Offices with happy, healthy employees
Studies have shown that offices with natural elements, such as plants and sunlight, have a 15% higher level of well-being, a 6% higher level of productivity, and a 15% higher level of creativity.
Every company wants high productivity and efficiency from employees. To achieve this, employee satisfaction is crucial, and personalized lighting is one of the solutions. Employees can take advantage of more pleasant workplaces to encourage concentration, focus, and inspiration by establishing a setting that mimics nature. Employees may feel more satisfied if they have control over the lighting in their own workspaces. Whether employees clocks in at an office or a warehouse, their productivity will likely increase if they are pleased at work. Human-centric lighting may be especially beneficial to night shift workers, improving their productivity, comfort, and job satisfaction. Additionally, contented individuals tend to be more tolerant and helpful colleagues, which can eventually benefit a business.
Disengaged employees cost organizations an average of $3,400 a year for every $10,000 in annual salary; those who are committed to an organization, emotionally and mentally, will miss 20% fewer workdays.
Schools where children are engaged and learn faster
We always want the best for our children: education, friendship, success, and health. But we’ve all been through situations in which the child feels demotivated and lazy to wake up early in the morning. What if I told you that light can change this in a blink?
Children spend more than 1000 hours per year in a classroom, therefore lighting has significant implications. Children’s stress and sleep hormones can be regulated when they arrive at school in the morning and are greeted by cool white and intense lighting. To be more precise, this regulation advances their daily cycle, making them more active during the day and helping them sleep better at night. Students will benefit from paying closer attention in class and to what the teacher is saying.

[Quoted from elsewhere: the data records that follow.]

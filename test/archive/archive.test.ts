// Frozen versions, history, diffs and verification, end to end through the CLI (compiled by `npm test`).
// Expected numbers are closed forms: the Hubble distance c/H0 with c = 299792.458 km/s (SI definition of c).
import { beforeAll, describe, expect, it } from "vitest";
import { spawn } from "node:child_process";
import { existsSync, mkdirSync, readFileSync, readdirSync, renameSync, rmSync, writeFileSync, statSync } from "node:fs";
import { join } from "node:path";
import { parseHTML } from "linkedom";
import { BIN, compileProject, runCli, tempDir } from "../helpers/buildDemoSite.js";
import { sealVersion, versionHash, type VersionRecord } from "../../src/contract/versionRecord.js";

const C_KM_S = 299792.458; // SI definition of the speed of light

const scenario = (h0: number, extra = "") =>
  [
    "id: shelf-test",
    "title: Archive test scenario",
    "redshifts: [0.5, 1, 2]",
    "grid: { z_max: 3, points: 20, spacing: linear }",
    "models:",
    "  - id: base",
    `    H0: ${h0}`,
    "    Omega_m: 0.3",
    "    flat: true",
    "    radiation: none",
    extra,
    "",
  ].join("\n");

const page = (file: string) => parseHTML(readFileSync(file, "utf8")).document;
const hubbleDistanceCell = (doc: Document) => {
  const row = [...doc.querySelectorAll("table.glance tr")].find((tr) =>
    tr.querySelector("th")?.textContent?.startsWith("Hubble distance"),
  );
  return row?.querySelector("td")?.textContent?.trim();
};

function listFiles(dir: string, prefix = ""): string[] {
  return readdirSync(dir)
    .sort()
    .flatMap((name) => {
      const full = join(dir, name);
      return statSync(full).isDirectory() ? listFiles(full, `${prefix}${name}/`) : [`${prefix}${name}`];
    });
}
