/**
 * The keys of a table's rows: "label|unit", and "label|unit|n" for the n-th repetition of a pair. Pages write the
 * pair on each row (data-row) and a page script counts repetitions the same way (keysOfRows), so that the what-if
 * panel's cells find their rows.
 */
export function keysOfRows(pairs: readonly string[]): string[] {
  const seen = new Map<string, number>();
  return pairs.map((base) => {
    const n = seen.get(base) ?? 0;
    seen.set(base, n + 1);
    return n === 0 ? base : `${base}|${n}`;
  });
}
export const rowKeys = (rows: readonly { label: string; unit: string }[]): string[] =>
  keysOfRows(rows.map((r) => `${r.label}|${r.unit}`));
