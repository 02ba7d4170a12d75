/**
 * The packages a LaTeX table needs beyond plain LaTeX: booktabs for its rules, and amsmath when a model's LaTeX
 * label uses \text, \tfrac or \dfrac (src/scenario/labelTex.ts allows those; plain LaTeX has the rest).
 */
export const latexPackages = (labels: readonly (string | null | undefined)[]): string[] => [
  "booktabs",
  ...(labels.some((l) => l && /\\(text|tfrac|dfrac)(?![A-Za-z])/.test(l)) ? ["amsmath"] : []),
];
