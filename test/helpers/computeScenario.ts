import { loadScenario } from "../../src/scenario/loadScenario.js";
import { buildTablesDocument } from "../../src/tables/buildTablesDocument.js";
import type { TablesDocument } from "../../src/contract/tablesDocument.js";

/** Resolves and computes a scenario given as text, with the files it names (samples files) given by name. */
export function computeScenario(yaml: string, files: Record<string, string> = {}): TablesDocument {
  const s = loadScenario(yaml, "scenario.yaml", {
    readAttachment: (path) => {
      if (!(path in files)) throw new Error("no such file");
      return files[path];
    },
  });
  return buildTablesDocument(s);
}
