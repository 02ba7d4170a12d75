// The presentation layer (src/presentation/) against things outside the project: the definition of h units
// (h = H0 / 100 km/s/Mpc; D[h^-1 Mpc] = h D[Mpc], V[h^-3 Gpc^3] = h^3 V, k[h Mpc^-1] = k / h; common practice in
// survey work), Einstein-de Sitter closed forms, and the invariance of percentiles under a positive factor.
import { describe, expect, it } from "vitest";
import { loadScenario } from "../../src/scenario/loadScenario.js";
import { buildTablesDocument } from "../../src/tables/buildTablesDocument.js";
import { presentDocument, presentationNotes } from "../../src/presentation/presentDocument.js";
import { presentationTables } from "../../src/presentation/presentTables.js";
import { chartData } from "../../src/presentation/chartData.js";
import { intervalOf, NO_SPREAD } from "../../src/presentation/formatInterval.js";
import { hPowerOfKey, hPowerOfUnit } from "../../src/contract/littleHUnitNames.js";
import {
  CHART_SERIES,
  EARLY_QUANTITIES,
  REDSHIFT_GROUPS,
  SUMMARY_QUANTITIES,
  TARGET_QUANTITIES,
} from "../../src/contract/quantityCatalog.js";
import type { StoredTablesDocument, TablesDocument } from "../../src/contract/tablesDocument.js";
import { hubbleDistanceMpc } from "../helpers/referenceScales.js";
import { relErr } from "../helpers/modelOf.js";

const compute = (yaml: string): TablesDocument => buildTablesDocument(loadScenario(yaml, "present.yaml"));

const EDS = (hUnits: boolean) => `title: EdS
id: eds
${hUnits ? "h_units: true\n" : ""}redshifts: [0.5, 3]
models:
  - { id: slow, H0: 55, Omega_m: 1, Omega_k: 0, radiation: none, omega_b: 0.02 }
  - { id: fast, H0: 80, Omega_m: 1, Omega_k: 0, radiation: none, omega_b: 0.02 }
`;

describe("h units are applied once, by the presentation", () => {
  const stored = compute(EDS(true));
  const p = presentDocument(stored);

  it("D_C and V_C in h units follow the Einstein-de Sitter closed forms, the same for every H0", () => {
    // Closed form (Einstein-de Sitter, e.g. Hogg 1999, astro-ph/9905116): D_C = 2 (c/H0) (1 - 1/sqrt(1+z)); in
    // h^-1 Mpc the factor c/H0 becomes c/(100 km/s/Mpc). V_C = (4 pi / 3) D_C^3 for flat space (Hogg 1999, eq. 29).
    for (const m of p.doc.models)
      m.redshifts.forEach((r) => {
        const dc = 2 * hubbleDistanceMpc(100) * (1 - 1 / Math.sqrt(1 + (r.z as number)));
        expect(relErr(r.comoving_distance_Mpc as number, dc)).toBeLessThan(1e-10);
        const v = (((4 * Math.PI) / 3) * dc ** 3) / 1e9;
        expect(relErr((r as unknown as Record<string, number>).comoving_volume_Gpc3, v)).toBeLessThan(1e-10);
      });
  });

  it("converts lengths by h, volumes by h^3, wavenumbers by 1/h and leaves times and H(z) alone", () => {
    stored.models.forEach((m, i) => {
      const h = m.parameters.H0 / 100;
      const shown = p.doc.models[i];
      const r0 = m.redshifts[1] as unknown as Record<string, number>;
      const r1 = shown.redshifts[1] as unknown as Record<string, number>;
      expect(r1.luminosity_distance_Mpc).toBe(h * r0.luminosity_distance_Mpc);
      expect(r1.comoving_volume_Gpc3).toBe(h ** 3 * r0.comoving_volume_Gpc3);
      expect(r1.H_km_s_Mpc).toBe(r0.H_km_s_Mpc);
      expect(r1.age_Gyr).toBe(r0.age_Gyr);
      expect((shown.summary as unknown as Record<string, number>).age_Gyr).toBe(
        (m.summary as unknown as Record<string, number>).age_Gyr,
      );
    });
    // A wavenumber needs an equality epoch, so a model with thermal radiation.
    const warm = compute(
      "title: W\nid: w\nh_units: true\nredshifts: [1]\nmodels:\n  - { id: w, H0: 67, Omega_m: 0.3 }\n",
    );
    const k = (warm.models[0].summary as unknown as Record<string, number>).k_eq_1_Mpc;
    expect(k).toBeGreaterThan(0);
    expect((presentDocument(warm).doc.models[0].summary as unknown as Record<string, number>).k_eq_1_Mpc).toBe(
      k / 0.67,
    );
    // The stored document is untouched (downloads keep the contract's Mpc).
    expect(p.stored).toBe(stored);
    expect(stored.models[0].redshifts[0].luminosity_distance_Mpc).not.toBe(
      p.doc.models[0].redshifts[0].luminosity_distance_Mpc,
    );
  });

  it("labels every converted quantity in h units and names each model's H0 in the notes of every table", () => {
    const tables = presentationTables(p);
    const dl = tables.find((t) => t.id === "z-luminosity_distance_Mpc")!;
    expect(dl.spans![0].unit).toBe("h^-1 Mpc");
    expect(tables.find((t) => t.id === "z-age_Gyr")!.spans![0].unit).toBe("Gyr");
    for (const t of tables) expect(t.notes[0]).toMatch(/slow: H0 = 55 km\/s\/Mpc; fast: H0 = 80 km\/s\/Mpc/);
    const plain = presentationTables(presentDocument(compute(EDS(false))));
    expect(plain.find((t) => t.id === "z-luminosity_distance_Mpc")!.spans![0].unit).toBe("Mpc");
    expect(plain[0].notes).toEqual([]);
  });

  it("differences from the baseline are taken again in h units", () => {
    // Both models' D_C in h^-1 Mpc are equal (closed form above), so the relative difference is 0 to rounding,
    // while in Mpc it is 55/80 - 1.
    const rel = p.doc.differences.fast.redshifts[0].comoving_distance_Mpc as number;
    expect(Math.abs(rel)).toBeLessThan(1e-12);
    expect(relErr(stored.differences.fast.redshifts[0].comoving_distance_Mpc as number, 55 / 80 - 1)).toBeLessThan(
      1e-10,
    );
  });

  it("every catalogue unit scales with the same power of h as its key (labels and values cannot disagree)", () => {
    const all = [
      ...REDSHIFT_GROUPS.flatMap((g) => g.quantities),
      ...SUMMARY_QUANTITIES,
      ...EARLY_QUANTITIES,
      ...TARGET_QUANTITIES,
      ...CHART_SERIES,
    ];
    for (const q of all) expect(hPowerOfUnit(q.unit), q.key).toBe(hPowerOfKey(q.key));
  });
});

const SPREAD = (spread: string, extra = "") => `title: Spread in h units
id: spread-h
h_units: true
redshifts: [0.5, 2]
draws: { count: 400, seed: 11 }
models:
  - id: flat
    H0: 70
    Omega_m: 0.3
    radiation: none
    spread: ${spread}
targets:
  - { name: Old light, lookback_Gyr: 9 }
${extra}`;

describe("intervals in the units shown", () => {
  it("an H0-only spread of a flat model without radiation has no width in h^-1 Mpc, on tables and charts", () => {
    // With radiation: none and Omega_m fixed, E(z) does not depend on H0, so h D is the same for every draw (closed
    // form of D_C = (c/H0) integral dz/E; common practice): the band must be zero to rounding, never 1/h wide.
    const p = presentDocument(compute(SPREAD("{ normal: { H0: 4 } }")));
    const m = p.doc.models[0] as StoredTablesDocument["models"][number] & {
      spread: NonNullable<TablesDocument["models"][0]["spread"]>;
    };
    for (const row of m.spread.redshifts) {
      const b = row.luminosity_distance_Mpc!;
      expect((b.q[4] - b.q[0]) / b.q[2]).toBeLessThan(1e-12);
      expect(intervalOf(b)!.fixed).toBe(true);
    }
    // Times do depend on H0 (1/H0), so their intervals stay.
    expect(intervalOf(m.spread.redshifts[0].age_Gyr)!.fixed).toBe(false);
    const key = presentationTables(p)[0];
    const dl = key.rows.find((r) => r.label === "z = 0.5: D_L")!;
    expect(dl.unit).toBe("h^-1 Mpc");
    expect(dl.cells[0].interval!.text).toBe(NO_SPREAD);
    const band = chartData(p).models[0].bands!.luminosity_distance_Mpc;
    const curve = chartData(p).models[0].values.luminosity_distance_Mpc;
    band.hi.forEach((hi, i) => {
      if (hi === null || curve[i] === null || curve[i] === 0) return;
      expect(Math.abs(hi - (curve[i] as number)) / (curve[i] as number)).toBeLessThan(1e-12);
      expect(Math.abs((band.lo[i] as number) - (curve[i] as number)) / (curve[i] as number)).toBeLessThan(1e-12);
    });
  });

  it("a target placed by lookback time shows no interval for its lookback time, only that it has no spread", () => {
    const p = presentDocument(compute(SPREAD("{ normal: { H0: 4, Omega_m: 0.02 } }")));
    const target = presentationTables(p).find((t) => t.id === "target-1")!;
    const lookback = target.rows.find((r) => /lookback/i.test(r.label))!;
    expect(lookback.cells[0].interval?.text ?? NO_SPREAD).toBe(NO_SPREAD);
    expect(lookback.cells[0].text).toBe("9.00000");
  });

  it("with H0 fixed, per-draw h bands equal the Mpc bands times h (percentiles commute with a positive factor)", () => {
    const stored = compute(SPREAD("{ normal: { Omega_m: 0.02 } }"));
    const withStored = presentDocument(stored);
    // The same record as an older format without h_scaled: the presentation scales the Mpc bands by the one h.
    const spread = { ...stored.models[0].spread! };
    delete (spread as { h_scaled?: unknown }).h_scaled;
    const older = presentDocument({ ...stored, models: [{ ...stored.models[0], spread }] });
    const a = (withStored.doc.models[0] as TablesDocument["models"][0]).spread!.redshifts[1].luminosity_distance_Mpc!;
    const b = (older.doc.models[0] as TablesDocument["models"][0]).spread!.redshifts[1].luminosity_distance_Mpc!;
    a.q.forEach((x, j) => expect(relErr(x, b.q[j])).toBeLessThan(1e-14));
    expect(older.notes).toEqual([]);
  });

  it("a record without h bands whose spread varies H0 leaves its h-scaled intervals out, and says so", () => {
    const stored = compute(SPREAD("{ normal: { H0: 4 } }"));
    const spread = { ...stored.models[0].spread! };
    delete (spread as { h_scaled?: unknown }).h_scaled;
    const p = presentDocument({ ...stored, models: [{ ...stored.models[0], spread }] });
    const shown = (p.doc.models[0] as TablesDocument["models"][0]).spread!;
    expect(shown.redshifts[0].luminosity_distance_Mpc).toBeNull();
    expect(shown.redshifts[0].age_Gyr).not.toBeNull();
    expect(p.notes.join(" ")).toMatch(/varies H0, so their intervals in h units cannot be given/);
  });
});

describe("warnings travel with the numbers", () => {
  it("a model's input warnings (H0 = 0.7) are in the document and in the notes of every table", () => {
    const doc = compute("title: W\nid: w\nredshifts: [1]\nmodels:\n  - { id: odd, H0: 0.7, Omega_m: 0.3 }\n");
    expect(doc.models[0].input_warnings[0]).toMatch(/^H0 = 0.7 km\/s\/Mpc lies outside 20 to 150/);
    const notes = presentationNotes(presentDocument(doc));
    expect(notes.some((n) => n.startsWith("warning (odd): H0 = 0.7 km/s/Mpc lies outside"))).toBe(true);
    for (const t of presentationTables(presentDocument(doc))) expect(t.notes).toEqual(notes);
  });
});
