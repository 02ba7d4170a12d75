import { catalogFor, hasEarlyUniverse } from "../contract/quantityCatalog.js";
import { P16, P84 } from "./formatInterval.js";
import { unitText } from "./formatNumber.js";
import { plottedRedshiftRange, spansMoreThanADecade } from "./chartStyle.js";
import { displayUnit, type PresentedDocument } from "./presentDocument.js";

/** One plotted quantity: its label and unit as shown, and whether its y axis starts logarithmic. */
export interface ChartSeries {
  key: string;
  label: string;
  unit: string;
  unitText: string;
  logY: boolean;
}

/**
 * What every chart of a page plots, for the page's canvas (pageChartData, rounded for size) and for the
 * exported images (src/exports/chartImage.ts) alike: the grid redshifts, each series in display units, each model's
 * curve and, for a model with a spread, its 68 % band (16th and 84th percentiles of its draws, in the same units as
 * its curve). Built once from the presented document; neither renderer converts or picks a value.
 */
export interface ChartData {
  baseline: string;
  baselineLabel: string;
  z: (number | null)[];
  /** The plotted redshift range when the scenario left its grid to the default; null for the whole grid. */
  xRange: [number, number] | null;
  /** The charts of the page (an id, a title and the series it offers), bao only where a model has baryons. */
  charts: { id: string; title: string; keys: string[] }[];
  series: ChartSeries[];
  models: {
    id: string;
    label: string;
    values: Record<string, (number | null)[]>;
    bands?: Record<string, { lo: (number | null)[]; hi: (number | null)[] }>;
  }[];
}

export function chartData(p: PresentedDocument): ChartData {
  const doc = p.doc;
  const { CHARTS, CHART_SERIES } = catalogFor(doc, p.hUnits); // only the series this document's format holds
  const z = doc.models[0].grid.z;
  const xRange = plottedRedshiftRange(doc);
  const column = (m: (typeof doc.models)[number], key: string) =>
    (m.grid as unknown as Record<string, (number | null)[]>)[key];
  const baseline = doc.models.find((m) => m.id === doc.scenario.baseline) ?? doc.models[0];
  const early = hasEarlyUniverse(doc);
  return {
    baseline: baseline.id,
    baselineLabel: baseline.label,
    z,
    xRange,
    charts: CHARTS.filter((c) => c.id !== "bao" || early).map((c) => ({ id: c.id, title: c.title, keys: c.keys })),
    series: CHART_SERIES.map((s) => ({
      key: s.key,
      label: s.label,
      unit: s.unit,
      unitText: unitText(s.unit),
      logY: spansMoreThanADecade(
        z,
        doc.models.map((m) => column(m, s.key)),
        xRange,
      ),
    })),
    models: doc.models.map((m) => {
      const grid = "spread" in m && m.spread ? m.spread.grid : null;
      const bands = grid
        ? Object.fromEntries(
            CHART_SERIES.flatMap((s) => {
              const g = grid[s.key];
              return g ? [[s.key, { lo: g.q[P16], hi: g.q[P84] }]] : [];
            }),
          )
        : null;
      return {
        id: m.id,
        label: m.label,
        values: Object.fromEntries(CHART_SERIES.map((s) => [s.key, column(m, s.key)])),
        ...(bands ? { bands } : {}),
      };
    }),
  };
}

/** Plot points are drawn, not read: six significant figures are more than a screen resolves. */
const round = (x: number | null) => (x === null ? null : Number(x.toPrecision(6)));
const rounded = (xs: (number | null)[]) => xs.map(round);

/** The data the page's charts draw (the presentation's chart data, the same the exported images draw), rounded for size. */
export function pageChartData(p: PresentedDocument) {
  const data = chartData(p);
  return {
    ...data,
    z: rounded(data.z),
    models: data.models.map((m) => ({
      ...m,
      values: Object.fromEntries(Object.entries(m.values).map(([k, v]) => [k, rounded(v)])),
      ...(m.bands
        ? {
            bands: Object.fromEntries(
              Object.entries(m.bands).map(([k, b]) => [k, { lo: rounded(b.lo), hi: rounded(b.hi) }]),
            ),
          }
        : {}),
    })),
  };
}

/** The small overview chart of each scenario on the index: D_L against z, at most about 60 grid points. */
export function overviewChartData(presented: PresentedDocument[]) {
  return presented.map((p) => {
    const doc = p.doc;
    const n = doc.models[0].grid.z.length;
    const step = Math.max(1, Math.ceil(n / 60));
    const pick = (xs: (number | null)[]) => xs.filter((_, i) => i % step === 0 || i === n - 1).map(round);
    return {
      id: doc.scenario.id,
      z: pick(doc.models[0].grid.z),
      yTitle: `D_L [${unitText(displayUnit(p, "Mpc"))}]`,
      models: doc.models.map((m) => ({ label: m.label, values: pick(m.grid.luminosity_distance_Mpc) })),
    };
  });
}
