import { CHART_STYLE, MARKERS_PER_CURVE } from "./chartStyle.js";
import type { ChartData } from "./chartData.js";

/** What a reader chose to see of a chart: which series, log or linear axes, values or the ratio to the baseline. */
export interface ChartView {
  key: string;
  logX: boolean;
  /** Ignored for a ratio, which is always drawn on a linear axis. */
  logY: boolean;
  ratio: boolean;
}

export interface ChartPoint {
  x: number;
  y: number | null;
}

/** One Chart.js line dataset: a model's curve, or one edge of its 68 % band (isBand). Plain data, no functions. */
export interface ChartDataset {
  label: string;
  data: ChartPoint[];
  borderColor: string;
  backgroundColor?: string;
  borderDash?: number[];
  borderWidth: number;
  pointStyle?: string;
  pointRadius: number | number[];
  pointBorderWidth?: number;
  spanGaps: false;
  fill: false | "-1";
  isBand?: true;
}

/** The y axis is logarithmic only for values, never for a ratio. */
const logYOf = (view: ChartView) => view.logY && !view.ratio;

/**
 * The curves of every model, then the bands of the models with a spread (the 16th-percentile edge unfilled, the
 * 84th filled down to it), for one view of a chart: dataset i is model i, so legends and markers follow the models.
 * Points outside the plotted range, at z = 0 on a log axis, and at values a log y axis cannot show are left out or
 * made gaps; a ratio divides by the baseline's value at the same redshift. The page and the exported images both
 * draw exactly these datasets.
 */
export function chartDatasets(data: ChartData, view: ChartView, markerRadius = 3.5): ChartDataset[] {
  const baseline = data.models.find((m) => m.id === data.baseline) ?? data.models[0];
  const base = baseline.values[view.key];
  const range = data.xRange;
  const keep = data.z.map((x) => x !== null && (!view.logX || x > 0) && (!range || (x >= range[0] && x <= range[1])));
  const logY = logYOf(view);
  const shown = (y: number | null, j: number): number | null => {
    let v = y;
    if (view.ratio) v = v === null || !base[j] ? null : v / (base[j] as number);
    return logY && !(v !== null && v > 0) ? null : v;
  };
  const points = (ys: (number | null)[]) =>
    data.z.flatMap((x, j) => (keep[j] ? [{ x: x as number, y: shown(ys[j], j) }] : []));
  const colour = (i: number) => CHART_STYLE.colours[i % CHART_STYLE.colours.length];
  const curves: ChartDataset[] = data.models.map((m, i) => {
    const d = points(m.values[view.key]);
    const every = Math.max(1, Math.round(d.length / MARKERS_PER_CURVE));
    return {
      label: m.label,
      data: d,
      borderColor: colour(i),
      backgroundColor: colour(i),
      borderDash: [...CHART_STYLE.dashes[i % CHART_STYLE.dashes.length]],
      borderWidth: 2,
      // Each model's own marker every few points, offset per model so that markers do not sit on each other.
      pointStyle: CHART_STYLE.markers[i % CHART_STYLE.markers.length],
      pointRadius: d.map((_, j) => ((j + i) % every === 0 ? markerRadius : 0)),
      pointBorderWidth: 1.2,
      spanGaps: false,
      fill: false,
    };
  });
  const bands: ChartDataset[] = data.models.flatMap((m, i) => {
    const band = m.bands?.[view.key];
    if (!band) return [];
    // A band edge is a gap wherever either edge cannot be drawn, so that the fill never closes over a gap.
    const lo = points(band.lo);
    const hi = points(band.hi);
    lo.forEach((p, j) => {
      if (p.y === null || hi[j].y === null) p.y = hi[j].y = null;
    });
    const common = {
      borderWidth: 0,
      pointRadius: 0,
      borderColor: "transparent",
      spanGaps: false,
      isBand: true,
    } as const;
    return [
      { ...common, label: `${m.label}: 16th percentile`, data: lo, fill: false },
      { ...common, label: `${m.label}: 84th percentile`, data: hi, backgroundColor: `${colour(i)}33`, fill: "-1" },
    ];
  });
  return [...curves, ...bands];
}

/** The y-axis title of a view: the series with its unit as shown, or the ratio to the baseline. */
export function yAxisTitle(data: ChartData, view: ChartView): string {
  const s = data.series.find((x) => x.key === view.key)!;
  return view.ratio
    ? `${s.label} / baseline (${data.baselineLabel})`
    : s.unitText
      ? `${s.label} [${s.unitText}]`
      : s.label;
}

/** On a log axis only 1, 2 and 5 times a power of ten are labelled, so that labels do not crowd; "" elsewhere. */
export function logTickLabel(value: number): string {
  const m = value / 10 ** Math.floor(Math.log10(value) + 1e-9);
  return [1, 2, 5].some((k) => Math.abs(m - k) < 1e-6) ? String(Number(value.toPrecision(3))) : "";
}

/** Legend entries for the models only (never the bands): a short line in each model's colour and dash pattern. */
export function legendEntries(datasets: readonly { label?: string; isBand?: boolean }[]) {
  return datasets
    .filter((d) => !d.isBand)
    .map((d, i) => ({
      text: String(d.label),
      datasetIndex: i,
      pointStyle: "line" as const,
      fillStyle: CHART_STYLE.colours[i % CHART_STYLE.colours.length],
      strokeStyle: CHART_STYLE.colours[i % CHART_STYLE.colours.length],
      lineWidth: 2,
      lineDash: [...CHART_STYLE.dashes[i % CHART_STYLE.dashes.length]],
      hidden: false,
    }));
}

/** Everything one view of a chart draws: the view, the plotted redshift range, the y-axis title and the datasets. */
export interface ChartFrame {
  view: ChartView;
  xRange: [number, number] | null;
  yTitle: string;
  datasets: ChartDataset[];
}

/** One view of a chart drawn from the presentation's chart data. */
export const chartFrame = (data: ChartData, view: ChartView, markerRadius = 3.5): ChartFrame => ({
  view,
  xRange: data.xRange,
  yTitle: yAxisTitle(data, view),
  datasets: chartDatasets(data, view, markerRadius),
});

/**
 * The Chart.js configuration of one view, shared by the page (src/site/browser/charts.ts) and the exported images
 * (src/exports/chartImage.ts): datasets, axis types, range and titles, log-axis tick labels, a legend of the models
 * and tooltips that skip the bands. Each renderer adds only what its medium needs (fonts and size for an image,
 * responsiveness and interaction for the page).
 */
export function chartConfiguration(frame: ChartFrame) {
  const { view, datasets } = frame;
  const data = { xRange: frame.xRange };
  return {
    type: "line" as const,
    data: { datasets },
    options: {
      parsing: false as const,
      normalized: true,
      animation: false as const,
      scales: {
        x: {
          type: view.logX ? ("logarithmic" as const) : ("linear" as const),
          // The scenario's own redshift range when it left the grid to its default (chartStyle.ts decides).
          min: data.xRange ? data.xRange[0] : undefined,
          max: data.xRange ? data.xRange[1] : undefined,
          title: { display: true, text: "redshift z" },
          ticks: {
            maxRotation: 0,
            ...(view.logX
              ? { autoSkip: false, callback: (value: number | string) => logTickLabel(Number(value)) }
              : {}),
          },
        },
        y: {
          type: logYOf(view) ? ("logarithmic" as const) : ("linear" as const),
          title: { display: true, text: frame.yTitle },
          // A log y axis is labelled at 1, 2 and 5 times a power of ten only (labels like 8,000 beside 10,000 crowd).
          ...(logYOf(view)
            ? { ticks: { autoSkip: false, callback: (value: number | string) => logTickLabel(Number(value)) } }
            : {}),
        },
      },
      plugins: {
        tooltip: { filter: (item: { dataset: { isBand?: boolean } }) => !item.dataset.isBand },
        legend: {
          position: "bottom" as const,
          labels: {
            usePointStyle: true,
            generateLabels: (chart: { data: { datasets: { label?: string; isBand?: boolean }[] } }) =>
              legendEntries(chart.data.datasets),
          },
        },
      },
    },
  };
}

/** Where Chart.js drew each legend item (its own record, not in its type declarations). */
type LegendBox = { left: number; top: number; height: number };

/**
 * A plugin that draws each model's marker on the middle of its legend line, so that the legend shows both, as the
 * curves do (eight models stay apart in greyscale). `drawPoint` is Chart.js's helper of the renderer's copy.
 */
export function legendMarkers(
  drawPoint: (ctx: CanvasRenderingContext2D, options: object, x: number, y: number) => void,
  size: { radius: number; borderWidth: number; offset: number },
) {
  return {
    id: "legend-markers",
    afterDraw: (chart: { legend?: unknown; ctx: CanvasRenderingContext2D }) => {
      const boxes = (chart.legend as { legendHitBoxes?: LegendBox[] } | undefined)?.legendHitBoxes ?? [];
      const ctx = chart.ctx;
      boxes.forEach((box, i) => {
        ctx.save();
        ctx.setLineDash([]);
        ctx.strokeStyle = CHART_STYLE.colours[i % CHART_STYLE.colours.length];
        ctx.fillStyle = CHART_STYLE.colours[i % CHART_STYLE.colours.length];
        ctx.lineWidth = 1;
        drawPoint(
          ctx,
          {
            pointStyle: CHART_STYLE.markers[i % CHART_STYLE.markers.length],
            radius: size.radius,
            borderWidth: size.borderWidth,
            rotation: 0,
          },
          box.left + size.offset,
          box.top + box.height / 2,
        );
        ctx.restore();
      });
    },
  };
}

Dutch investigations have shown that with higher illuminance levels and higher color temperatures (closer to daylight), academic performance improved, while a reduction of light levels and lower color temperature decreased agitation and classroom disturbances during lessons.
Goodbye groggy eyes!
As hard as it can be to admit it, many of us live in a windowless world and this takes a toll on our mood, our health, and on our sleep. The more advanced the world becomes, the less daylight we get with all the skyscrapers built and technologies that allow us to do everything in a click without even going out. According to what scientists say, human-centric lighting is a valuable replacement for natural light; knowing this makes it impossible to overlook its promise to improve our lives at work and at home simply and automatically. Don’t wait to make the change – say goodbye to sleepless nights and groggy mornings!